Un’edizione speciale quella di quest’anno, che vedrà in contemporanea svolgersi la sesta edizione dell’Italian Cuisine in the World Forum, l’iniziativa promossa dall’associazione degli chef italiani all’estero, che unisce oltre 2.200 associati operanti in 70 diverse nazioni. La tre giorni sarà una ribalta unica per celebrare la cucina e la ristorazione italiane d’eccellenza fuori dall’Italia, alla quale prenderà parte anche il presidente della Federazione Italiana Cuochi Rocco Pozzullo, che sarà relatore alla tavola rotonda in programma per martedì 20 presso il Palagio Fiorentino di Stia, incentrata proprio sulla richiesta all’Unesco di riconoscere la cucina e l’enogastronomia italiana all’estero come patrimonio immateriale dell’umanità.

In quest’occasione le associazioni provinciali dell’Unione Regionale Cuochi Toscani collaboreranno alla preparazione del pranzo che si svolgerà nella magnifica cornice dei giardini del Palagio Fiorentino, preparando ognuno un piatto tipico del proprio territorio; un modo per dare voce alle tradizioni che ogni parte della Toscana porta iscritte nel proprio DNA.

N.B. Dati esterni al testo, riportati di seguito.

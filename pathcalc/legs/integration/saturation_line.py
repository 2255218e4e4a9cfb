"""The vapour-liquid boundary of a model as a table, and where a path meets it."""

from __future__ import annotations

from collections.abc import Callable
from dataclasses import dataclass
from typing import NamedTuple

import numpy as np
from numpy.typing import NDArray

from pathcalc.equations.contract import Array, Model
from pathcalc.equations.properties import thermal
from pathcalc.equilibrium.saturation import NEAR_CRITICAL, Saturation, saturation_at_T
from pathcalc.legs.integration.bracket import bracketed_root

POINTS = 96
MARGIN = 1e-9
"""A cut closer to an end of a path than this part of it is left out."""


class Side(NamedTuple):
    """Saturated states on one side of the dome; arrays of one shape, molar SI. ``dp_dT`` by Clapeyron."""

    T: Array
    p: Array
    v: Array
    s: Array
    h: Array
    u: Array
    dp_dT: Array


@dataclass(frozen=True)
class Cuts:
    """Where the paths of n lanes meet the boundary, up to K times each, in order along the path.

    ``progress`` (K, n) is the coordinate of the cut, infinite where there is none; ``T``, ``p``, ``v`` the
    state there; ``count`` (n,) the number of cuts of each lane.
    """

    progress: Array
    T: Array
    p: Array
    v: Array
    vapour: NDArray[np.bool_]
    count: NDArray[np.intp]


def side_of(model: Model, sat: Saturation, vapour: bool) -> Side:
    """The saturated liquid or vapour of ``sat`` with its entropy, enthalpy and internal energy."""
    v = sat.v_vapour if vapour else sat.v_liquid
    state = thermal(model, sat.T, v)
    return Side(sat.T, sat.p, v, state.s, state.h, state.u, sat.dp_dT)


class SaturationLine:
    """Saturated states from the triple point to the critical point, denser towards the latter."""

    def __init__(self, model: Model) -> None:
        self.model = model
        low = model.T_triple * (1.0 + 1e-9)
        knee = low + 0.9 * (model.T_c - low)
        far = np.linspace(low, knee, POINTS // 2, endpoint=False)
        near = model.T_c - (model.T_c - knee) * np.geomspace(1.0, 1e-6, POINTS // 2)
        T = np.concatenate([far, near])
        sat = saturation_at_T(model, T)
        known = sat.reason == 0
        T = T[known]
        sat = saturation_at_T(model, T)
        self.T_low = float(T[0])
        self.liquid = self._closed(side_of(model, sat, False))
        self.vapour = self._closed(side_of(model, sat, True))

    def _closed(self, side: Side) -> Side:
        T_c, v_c = np.array([self.model.T_c]), np.array([self.model.v_c])
        state = thermal(self.model, T_c, v_c)
        last = Side(T_c, state.p, v_c, state.s, state.h, state.u, state.p_T)
        return Side(*(np.concatenate([a, b]) for a, b in zip(side, last, strict=True)))

    def temperature(self, log_p: Array) -> Array:
        """Saturation temperature read off the table (1/T linear in ln p); NaN below the triple point."""
        table = self.vapour
        return np.asarray(1.0 / np.interp(log_p, np.log(table.p), 1.0 / table.T, left=np.nan))

    def cuts(
        self,
        lanes: int,
        mismatch: Callable[[Side, NDArray[np.intp] | None], Array],
        progress: Callable[[Side, NDArray[np.intp]], Array],
        inside: Callable[[Side, Side, NDArray[np.intp]], Array],
        parity: NDArray[np.int8],
    ) -> Cuts:
        """Cuts of the paths with the boundary.

        ``mismatch(side, lane)`` is zero where the boundary meets the path of a lane: arrays (G, 1) of a side
        against all lanes when ``lane`` is None, else arrays (k,) against those lanes. ``progress`` is the
        coordinate of a boundary state along the path; ``parity`` is that of :func:`sorted_cuts`. Where a path
        passes the critical point itself, no saturated state lies on it in floating point: it is cut at the last
        temperature that has a saturation, at the overall volume that ``inside`` gives there.
        """
        found: list[tuple[NDArray[np.intp], Array, Side, bool]] = []
        for vapour, table in ((False, self.liquid), (True, self.vapour)):
            column = Side(*(a[:, None] for a in table))
            miss = np.broadcast_to(mismatch(column, None), (table.T.size, lanes))
            change = np.signbit(miss[:-1]) != np.signbit(miss[1:])
            cell, lane = np.nonzero(change & np.isfinite(miss[:-1]) & np.isfinite(miss[1:]))
            if lane.size == 0:
                continue
            side = self._refine(vapour, table.T[cell], table.T[cell + 1], lane.astype(np.intp), mismatch)
            side = self._at_critical_point(side, cell == table.T.size - 2, lane.astype(np.intp), inside)
            along = progress(side, lane.astype(np.intp))
            keep = np.isfinite(along)
            kept = Side(*(a[keep] for a in side))
            found.append((lane[keep].astype(np.intp), along[keep], kept, vapour))
        return sorted_cuts(lanes, found, parity)

    def _refine(
        self,
        vapour: bool,
        low: Array,
        high: Array,
        lane: NDArray[np.intp],
        mismatch: Callable[[Side, NDArray[np.intp] | None], Array],
    ) -> Side:
        """Boundary states at the zeros of the mismatch between ``low`` and ``high``."""

        def at(T: Array) -> Side:
            return side_of(self.model, saturation_at_T(self.model, T), vapour)

        def miss(T: Array) -> Array:
            return np.broadcast_to(mismatch(at(T), lane), T.shape)

        return at(bracketed_root(miss, low, np.minimum(high, self._ceiling)))

    @property
    def _ceiling(self) -> float:
        """The highest temperature at which saturation is solved for."""
        return self.model.T_c * (1.0 - 2.0 * NEAR_CRITICAL)

    def _at_critical_point(
        self,
        side: Side,
        last_cell: NDArray[np.bool_],
        lane: NDArray[np.intp],
        inside: Callable[[Side, Side, NDArray[np.intp]], Array],
    ) -> Side:
        lost = np.isnan(side.T) & last_cell
        if not lost.any():
            return side
        sat = saturation_at_T(self.model, np.full(int(lost.sum()), self._ceiling))
        liquid, gas = side_of(self.model, sat, False), side_of(self.model, sat, True)
        v = inside(liquid, gas, lane[lost])
        x = np.clip((v - liquid.v) / (gas.v - liquid.v), 0.0, 1.0)
        merged = [np.array(a) for a in side]
        for k, (low, high) in enumerate(zip(liquid, gas, strict=True)):
            merged[k][lost] = (1.0 - x) * low + x * high
        return Side(*merged)


def sorted_cuts(lanes: int, found: list[tuple[NDArray[np.intp], Array, Side, bool]], parity: NDArray[np.int8]) -> Cuts:
    """Cuts of all lanes from lists of (lanes, coordinates, states, vapour or liquid), in order along each path.

    A cut within MARGIN of an end is taken only where the phases of the ends ask for it: ``parity`` (n,) is 1 where
    one end lies inside the dome and the other outside, 0 where both lie on the same side, -1 where an end is itself
    a saturated state.
    """
    count = np.zeros(lanes, dtype=np.intp)
    if not found:
        empty = np.empty((0, lanes))
        return Cuts(empty, empty, empty, empty, np.empty((0, lanes), dtype=bool), count)
    lane = np.concatenate([item[0] for item in found])
    along = np.concatenate([item[1] for item in found])
    keep = (along > MARGIN) & (along < 1.0 - MARGIN)
    np.add.at(count, lane[keep], 1)
    from_end = np.minimum(np.abs(along), np.abs(along - 1.0))
    for k in np.flatnonzero(~keep & (from_end <= MARGIN))[np.argsort(from_end[~keep & (from_end <= MARGIN)])]:
        here = lane[k]
        if parity[here] >= 0 and count[here] % 2 != parity[here]:
            keep[k] = True
            count[here] += 1
    T, p, v = (np.concatenate([getattr(item[2], key) for item in found]) for key in ("T", "p", "v"))
    vapour = np.concatenate([np.full(item[0].size, item[3]) for item in found])
    kept = np.flatnonzero(keep)
    order = kept[np.lexsort((along[kept], lane[kept]))]
    column = lane[order]
    row = np.arange(column.size) - np.searchsorted(column, column)

    def table(values: Array, empty: float) -> Array:
        filled = np.full((int(count.max(initial=0)), lanes), empty)
        filled[row, column] = values[order]
        return filled

    return Cuts(
        table(along, np.inf),
        table(T, np.nan),
        table(p, np.nan),
        table(v, np.nan),
        table(vapour.astype(float), 0.0) > 0.5,
        count,
    )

Ma non finisce qui, diverse iniziative saranno dislocate lungo tutta la vallata casentinese: dal mercato degli artigiani del food italiano a Rassina, agli stand dedicati a pizza e pasta a Bibbiena, fino alle degustazioni di vino al Castello di Poppi.

1 COMMENT

  1. Bravissimi Ragazzi, non ci conosciamo; ma da Parigi sono fiero di essere italiano a L’estero, siamo un esempio !!! sopratutto la Toscana é altre regioni Italiane ; grazie per l’esempio !!!